Impressions of the turbulence variability in a weakly stratified, flat-bottom deep-sea 'boundary layer'

- Turbulent overturns induced by internal waves in weakly stratified sea.
- High-resolution and precise temperature observations.
- Singular internal 'surges' or 'quasi-rogue' waves.
- Double Kelvin-Helmholtz instabilities.

The character of turbulent overturns in a weakly stratified deep-sea is investigated in some detail using 144 high-resolution temperature sensors at 0.7 m intervals, starting 5 m above the bottom. A 9-day, 1 Hz sampled record from the 912 m depth flat-bottom (<0.5% bottom-slope) mooring site in the central-north Alboran Sea (W-Mediterranean) demonstrates an overall conservative temperature range of only 0.05 °C, a typical mean buoyancy period as large as 3 h and a 1 Hz-profile-vertically-averaged turbulence dissipation rate maximum of only 10−8 m2 s−3. Nonetheless, this 'boundary layer' varies in height between <6 and >104 m above the bottom and is thus not homogeneous throughout; the temperature variations are seldom quiescent and are generally turbulent in appearance, well exceeding noise levels.
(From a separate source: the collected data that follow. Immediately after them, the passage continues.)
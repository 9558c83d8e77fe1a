"""Command-line subcommands for the store: ``db upgrade``, ``db bi-reader``, ``audit verify``
and ``audit checkpoint``.

:func:`register` adds them to the main parser's subparsers; each sets ``handler`` to a
function ``handler(args) -> int`` returning the exit code: 0 done, 1 the audit found a
problem, 2 an error (reported on one line of stderr).
"""

from __future__ import annotations

import argparse
import sys
from pathlib import Path

from sqlalchemy.engine import make_url

from service.settings import InvalidSettingsError, checked_settings
from service.usecases.audit_trail import CheckpointError, full_verification, signed_head
from service.usecases.store import (
    BI_VIEWS,
    URL_SETTING,
    grant_bi_reader_role,
    migrate_store,
    open_store,
    store_url,
)
from storage.errors import StorageError


def register(subparsers: argparse._SubParsersAction[argparse.ArgumentParser]) -> None:
    """Add the ``db`` and ``audit`` command groups."""
    db = subparsers.add_parser("db", help="manage the Foldline database")
    db_commands = db.add_subparsers(dest="db_command", required=True, metavar="COMMAND")
    upgrade_parser = db_commands.add_parser("upgrade", help="apply the schema migrations")
    _add_url_option(upgrade_parser)
    upgrade_parser.set_defaults(handler=db_upgrade)
    reader_parser = db_commands.add_parser(
        "bi-reader", help="let a PostgreSQL role read the BI views and nothing else")
    reader_parser.add_argument("role", metavar="ROLE", help="created without login if missing")
    _add_url_option(reader_parser)
    reader_parser.set_defaults(handler=db_bi_reader)

    audit = subparsers.add_parser("audit", help="check the audit trail")
    audit_commands = audit.add_subparsers(dest="audit_command", required=True,
                                          metavar="COMMAND")
    verify_parser = audit_commands.add_parser(
        "verify", help="verify the whole audit log: its hash chain (keyed under "
                       "FOLDLINE_AUDIT_KEY), the content it vouches for, and every record")
    verify_parser.add_argument("--checkpoint", metavar="FILE",
                               help="also prove the store extends this signed checkpoint "
                                    "(needs FOLDLINE_AUDIT_KEY)")
    _add_url_option(verify_parser)
    verify_parser.set_defaults(handler=audit_verify)
    checkpoint_parser = audit_commands.add_parser(
        "checkpoint", help="print the signed head of the audit chain (JSON) to keep elsewhere")
    _add_url_option(checkpoint_parser)
    checkpoint_parser.set_defaults(handler=audit_checkpoint)


def db_upgrade(args: argparse.Namespace) -> int:
    """Apply the migrations to the store; print where."""
    try:
        url = migrate_store(args.database_url)
    except StorageError as exc:
        return _error(exc)
    print(f"database {_shown(url)} is at the latest schema")
    return 0


def db_bi_reader(args: argparse.Namespace) -> int:
    """Grant a role SELECT on the BI views (PostgreSQL); print what was done."""
    url = store_url(args.database_url)
    try:
        with open_store(url) as sessions:
            created = grant_bi_reader_role(sessions, args.role)
    except StorageError as exc:
        return _error(exc)
    done = "created without login; it" if created else "already existed; it"
    print(f"role {args.role} {done} may read {', '.join(BI_VIEWS)} in {_shown(url)} and "
          "nothing else")
    return 0


def audit_verify(args: argparse.Namespace) -> int:
    """Verify the whole audit log (the full pass); print OK and the events checked, or the
    first broken link. Keyed event hashes are checked under ``FOLDLINE_AUDIT_KEY``. With
    ``--checkpoint``, the store must also still hold the checkpoint's head."""
    try:
        text = key = None
        if args.checkpoint is not None:
            text, key = Path(args.checkpoint).read_text(), _audit_key()
        with open_store(args.database_url) as sessions:
            report, cut = full_verification(sessions, text, key)
    except (StorageError, CheckpointError, OSError, InvalidSettingsError) as exc:
        return _error(exc)
    if cut is not None:
        print(f"BROKEN against the checkpoint: {cut}")
        return 1
    if report.ok:
        keyed = "" if report.keyed_from is None else f", keyed from event {report.keyed_from}"
        print(f"OK: {report.events_checked} events checked{keyed}, head {report.head_hash}")
        return 0
    where = f"event {report.broken_at}" if report.broken_at is not None else "stored records"
    print(f"BROKEN at {where}: {report.problem} "
          f"({report.events_checked} events verified before it)")
    return 1


def audit_checkpoint(args: argparse.Namespace) -> int:
    """Print the signed head of the chain as one line of JSON."""
    try:
        key = _audit_key()
        with open_store(args.database_url) as sessions:
            checkpoint = signed_head(sessions, key)
    except (StorageError, InvalidSettingsError) as exc:
        return _error(exc)
    print(checkpoint.to_json())
    return 0


def _audit_key() -> bytes:
    key = checked_settings().audit_key
    if key is None:
        raise InvalidSettingsError("FOLDLINE_AUDIT_KEY is not set: checkpoints are signed "
                                   "with it")
    return key.encode()


def _add_url_option(parser: argparse.ArgumentParser) -> None:
    parser.add_argument("--database-url", metavar="URL",
                        help=f"SQLAlchemy URL of the store (default: ${URL_SETTING}, "
                             "else the SQLite file in $XDG_DATA_HOME/foldline)")


def _error(exc: Exception) -> int:
    message = " ".join(str(exc).split())
    print(f"foldline: error: {message}", file=sys.stderr)
    return 2


def _shown(url: str) -> str:
    return make_url(url).render_as_string(hide_password=True)
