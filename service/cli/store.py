"""Running a command-line command against the store: one engine, one-line errors.

Commands that work on the store directly (champions, forecasts, monitoring) share this:
they get a session factory, return what to print, and any storage, service, backtest or
settings error ends as ``foldline: error: ...`` on stderr with exit code 2.
"""

from __future__ import annotations

import argparse
import getpass
import sys
from collections.abc import Callable

from sqlalchemy.orm import Session, sessionmaker

from backtest.errors import BacktestError
from service.errors import ServiceError
from service.settings import InvalidSettingsError
from service.usecases.store import URL_SETTING, open_store
from storage.errors import StorageError


def add_store_option(parser: argparse.ArgumentParser) -> None:
    """Add ``--database-url`` to a command."""
    parser.add_argument("--database-url", metavar="URL",
                        help=f"SQLAlchemy URL of the store (default: ${URL_SETTING})")


def run_in_store(args: argparse.Namespace,
                 work: Callable[[sessionmaker[Session]], str]) -> int:
    """Print what ``work`` returns (0), or its error on one line of stderr (2)."""
    try:
        with open_store(args.database_url) as sessions:
            out = work(sessions)
    except (StorageError, ServiceError, BacktestError, InvalidSettingsError) as exc:
        print(f"foldline: error: {' '.join(str(exc).split())}", file=sys.stderr)
        return 2
    if out:
        print(out)
    return 0


def operator() -> str:
    """The actor named in the audit log for commands run by hand."""
    return f"cli:{getpass.getuser()}"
The turbulence character is associated with small-scale internal waves; examples are found of both shear- and convection-driven turbulence; particular association, although not phase-locked, is found between turbulence variations and tidal rather than with inertial motions; the mean buoyancy frequency of a few times the inertial frequency implies the importance of 'slantwise convection' in the direction of the earth rotational vector rather than in the direction of gravity. Such convection is observed both in near-homogeneous and weakly stratified form.